WORK REQUIRED
From the data that follows, print exactly the lines starting at the one containing "workbook, the keys" and ending at the one containing "folder with a"; include both of them and nothing more.

THE RECORDS
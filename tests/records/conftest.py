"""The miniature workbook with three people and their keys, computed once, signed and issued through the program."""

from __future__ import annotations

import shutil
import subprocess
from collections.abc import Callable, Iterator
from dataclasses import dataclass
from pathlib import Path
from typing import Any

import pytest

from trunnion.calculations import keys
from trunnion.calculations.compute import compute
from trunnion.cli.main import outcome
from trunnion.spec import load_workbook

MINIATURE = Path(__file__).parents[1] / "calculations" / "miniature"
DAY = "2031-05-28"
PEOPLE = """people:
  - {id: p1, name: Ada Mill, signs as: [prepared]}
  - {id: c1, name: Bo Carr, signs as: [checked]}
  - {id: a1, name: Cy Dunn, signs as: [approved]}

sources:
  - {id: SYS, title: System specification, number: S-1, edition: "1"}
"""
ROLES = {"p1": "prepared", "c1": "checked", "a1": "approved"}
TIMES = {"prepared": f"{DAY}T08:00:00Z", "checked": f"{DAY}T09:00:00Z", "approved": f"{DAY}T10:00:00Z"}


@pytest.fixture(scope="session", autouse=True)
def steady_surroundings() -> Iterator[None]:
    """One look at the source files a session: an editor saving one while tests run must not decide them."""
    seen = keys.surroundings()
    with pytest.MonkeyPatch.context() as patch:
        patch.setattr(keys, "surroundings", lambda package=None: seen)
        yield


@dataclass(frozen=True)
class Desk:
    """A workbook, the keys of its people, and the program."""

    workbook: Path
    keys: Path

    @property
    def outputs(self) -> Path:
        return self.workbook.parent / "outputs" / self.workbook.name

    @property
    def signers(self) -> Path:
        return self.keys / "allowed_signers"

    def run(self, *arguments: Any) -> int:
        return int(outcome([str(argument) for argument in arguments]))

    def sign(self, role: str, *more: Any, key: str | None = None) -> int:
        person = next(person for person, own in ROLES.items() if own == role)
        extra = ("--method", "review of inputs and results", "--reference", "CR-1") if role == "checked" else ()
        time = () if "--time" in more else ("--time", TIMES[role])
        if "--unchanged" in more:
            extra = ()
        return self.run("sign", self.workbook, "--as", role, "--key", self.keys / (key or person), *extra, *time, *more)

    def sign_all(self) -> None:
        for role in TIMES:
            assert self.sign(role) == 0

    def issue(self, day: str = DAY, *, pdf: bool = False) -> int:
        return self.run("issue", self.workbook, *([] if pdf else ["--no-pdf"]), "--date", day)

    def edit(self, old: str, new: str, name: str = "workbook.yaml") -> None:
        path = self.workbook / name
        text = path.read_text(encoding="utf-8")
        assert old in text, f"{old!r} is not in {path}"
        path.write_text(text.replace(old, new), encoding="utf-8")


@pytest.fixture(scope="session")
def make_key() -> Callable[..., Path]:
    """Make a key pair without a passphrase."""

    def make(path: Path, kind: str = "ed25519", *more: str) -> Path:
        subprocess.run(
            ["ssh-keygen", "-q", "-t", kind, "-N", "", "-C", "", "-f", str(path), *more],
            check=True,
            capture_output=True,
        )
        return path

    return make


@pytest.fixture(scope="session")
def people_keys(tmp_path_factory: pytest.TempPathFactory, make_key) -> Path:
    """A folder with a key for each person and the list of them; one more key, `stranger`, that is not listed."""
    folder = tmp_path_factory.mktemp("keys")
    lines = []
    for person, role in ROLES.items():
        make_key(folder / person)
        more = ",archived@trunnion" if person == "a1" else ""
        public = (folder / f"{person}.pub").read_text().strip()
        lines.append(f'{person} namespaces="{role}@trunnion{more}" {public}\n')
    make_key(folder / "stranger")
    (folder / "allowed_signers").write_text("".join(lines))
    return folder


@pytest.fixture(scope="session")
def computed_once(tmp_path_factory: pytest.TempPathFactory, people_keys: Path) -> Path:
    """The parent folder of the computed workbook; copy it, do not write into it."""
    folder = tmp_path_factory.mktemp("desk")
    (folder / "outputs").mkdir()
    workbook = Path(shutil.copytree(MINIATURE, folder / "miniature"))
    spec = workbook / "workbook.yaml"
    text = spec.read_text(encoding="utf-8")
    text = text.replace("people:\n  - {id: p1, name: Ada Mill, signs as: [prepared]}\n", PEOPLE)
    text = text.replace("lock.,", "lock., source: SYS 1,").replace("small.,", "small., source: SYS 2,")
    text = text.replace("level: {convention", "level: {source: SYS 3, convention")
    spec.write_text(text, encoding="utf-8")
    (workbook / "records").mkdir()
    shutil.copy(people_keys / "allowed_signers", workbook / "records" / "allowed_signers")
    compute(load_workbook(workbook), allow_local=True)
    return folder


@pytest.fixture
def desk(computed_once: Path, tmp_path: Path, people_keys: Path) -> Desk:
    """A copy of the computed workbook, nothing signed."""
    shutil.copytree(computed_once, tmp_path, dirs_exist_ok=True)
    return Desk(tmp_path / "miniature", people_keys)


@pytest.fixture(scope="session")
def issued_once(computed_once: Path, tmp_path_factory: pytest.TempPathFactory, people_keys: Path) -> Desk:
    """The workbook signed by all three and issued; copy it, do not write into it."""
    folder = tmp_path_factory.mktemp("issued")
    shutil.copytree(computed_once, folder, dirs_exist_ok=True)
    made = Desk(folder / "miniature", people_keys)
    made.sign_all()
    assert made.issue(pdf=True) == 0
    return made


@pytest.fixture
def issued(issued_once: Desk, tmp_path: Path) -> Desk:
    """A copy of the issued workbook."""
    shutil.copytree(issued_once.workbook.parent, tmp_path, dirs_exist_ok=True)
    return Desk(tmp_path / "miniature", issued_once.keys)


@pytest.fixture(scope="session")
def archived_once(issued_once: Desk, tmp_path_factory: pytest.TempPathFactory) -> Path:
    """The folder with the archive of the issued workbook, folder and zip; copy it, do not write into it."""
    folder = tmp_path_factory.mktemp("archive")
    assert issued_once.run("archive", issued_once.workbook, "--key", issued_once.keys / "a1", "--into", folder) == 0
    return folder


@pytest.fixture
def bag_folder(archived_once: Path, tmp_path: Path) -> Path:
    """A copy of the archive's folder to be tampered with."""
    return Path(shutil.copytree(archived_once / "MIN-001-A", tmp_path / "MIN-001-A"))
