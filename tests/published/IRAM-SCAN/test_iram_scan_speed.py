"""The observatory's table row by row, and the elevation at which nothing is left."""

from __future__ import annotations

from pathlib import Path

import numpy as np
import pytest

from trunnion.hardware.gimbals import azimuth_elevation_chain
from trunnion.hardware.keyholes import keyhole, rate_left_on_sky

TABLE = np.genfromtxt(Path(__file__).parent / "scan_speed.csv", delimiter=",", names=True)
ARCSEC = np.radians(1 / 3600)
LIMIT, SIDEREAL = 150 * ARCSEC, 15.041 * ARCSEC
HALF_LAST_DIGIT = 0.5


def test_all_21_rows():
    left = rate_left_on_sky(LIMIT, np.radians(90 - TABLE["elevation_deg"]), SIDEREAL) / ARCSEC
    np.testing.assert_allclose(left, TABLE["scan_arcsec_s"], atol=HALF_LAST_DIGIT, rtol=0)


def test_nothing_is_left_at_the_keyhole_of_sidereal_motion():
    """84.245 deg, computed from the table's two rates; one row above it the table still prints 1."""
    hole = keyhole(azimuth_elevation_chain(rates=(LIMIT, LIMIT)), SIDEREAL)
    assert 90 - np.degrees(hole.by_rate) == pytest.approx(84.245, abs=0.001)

SOLUTION FOR THIS PROBLEM
    """A workbook, the keys of its people, and the program."""

    workbook: Path
    keys: Path

    @property
    def outputs(self) -> Path:
        return self.workbook.parent / "outputs" / self.workbook.name

    @property
    def signers(self) -> Path:
        return self.keys / "allowed_signers"

    def run(self, *arguments: Any) -> int:
        return int(outcome([str(argument) for argument in arguments]))

    def sign(self, role: str, *more: Any, key: str | None = None) -> int:
        person = next(person for person, own in ROLES.items() if own == role)
        extra = ("--method", "review of inputs and results", "--reference", "CR-1") if role == "checked" else ()
        time = () if "--time" in more else ("--time", TIMES[role])
        if "--unchanged" in more:
            extra = ()
        return self.run("sign", self.workbook, "--as", role, "--key", self.keys / (key or person), *extra, *time, *more)

    def sign_all(self) -> None:
        for role in TIMES:
            assert self.sign(role) == 0

    def issue(self, day: str = DAY, *, pdf: bool = False) -> int:
        return self.run("issue", self.workbook, *([] if pdf else ["--no-pdf"]), "--date", day)

    def edit(self, old: str, new: str, name: str = "workbook.yaml") -> None:
        path = self.workbook / name
        text = path.read_text(encoding="utf-8")
        assert old in text, f"{old!r} is not in {path}"
        path.write_text(text.replace(old, new), encoding="utf-8")


@pytest.fixture(scope="session")
def make_key() -> Callable[..., Path]:
    """Make a key pair without a passphrase."""

    def make(path: Path, kind: str = "ed25519", *more: str) -> Path:
        subprocess.run(
            ["ssh-keygen", "-q", "-t", kind, "-N", "", "-C", "", "-f", str(path), *more],
            check=True,
            capture_output=True,
        )
        return path

    return make


@pytest.fixture(scope="session")
def people_keys(tmp_path_factory: pytest.TempPathFactory, make_key) -> Path:
    """A folder with a key for each person and the list of them; one more key, `stranger`, that is not listed."""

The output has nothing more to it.